I have never considered the GSX-R range particularly good looking but I clearly stand alone. Our test example in black and burnt orange attracted more attention than any other bike I have ridden including Italian exotica. No less than three people opened their car window to tell me how much they liked the bike on a single trip through Sandton. The bike attracted similar attention and positive comments everywhere I went on it.

Performance

Despite my unique opinion on the styling, I’m going to stick my neck out here and say that the GSX-R 750 is probably the best Japanese bike on the market. Performance is as close to a 1000 as makes no difference without having your arms ripped out of their sockets every time you accelerate away. Sure in a head to head drag race a bigger capacity machine would probably nose ahead but how often do you get involved in drag races? On a speed run the speedo peaked at 277Km/h but one of our freelance testers was convinced that being lighter and able to tuck in more, that he would see 300.

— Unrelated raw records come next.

// A value as a list gives it, with its uncertainty: the only carrier of uncertainty in this library.
#pragma once
#include <optional>

namespace hz {

/// Whether a number is a measurement or the end of what is possible.
enum class LimitMark {
  none,   // a measurement
  upper,  // "<": the true value lies below
  lower,  // ">": the true value lies above
};

/// A number with its lower and upper half-width (68 per cent, both at least 0), on the scale and in the unit it is
/// quoted in.
///
/// A half-width that the list leaves out is empty, never 0 or NaN; a printed 0 stays 0. Which distribution these
/// numbers stand for, and what an empty or zero half-width means, is decided in hz/distribution.hpp and nowhere else.
struct Measured {
  double value = 0;
  std::optional<double> minus;
  std::optional<double> plus;
  LimitMark limit = LimitMark::none;
  bool exact = false;  // typed by hand without half-widths: taken as known

  friend bool operator==(const Measured&, const Measured&) = default;
};

}  // namespace hz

You get 150 horse power which is around 25 more than the 600 using the same frame and weighing in only a few kilos lighter. So the 750 offers an excellent power to weight ratio which translates into tarmac melting performance.

The Suzuki does have another ace up its sleeve though developing usable power right across the rev range unlike so many 4-cylinder machines. Having decent low and mid range power makes the 750 an easy bike to ride in traffic as well as tearing up the tarmac on the open road. The 750 is frugal too sipping just 5.1 litres for every hundred Kms of our test and that was a combination of commuting, high speed breakfast runs and freeway cruising.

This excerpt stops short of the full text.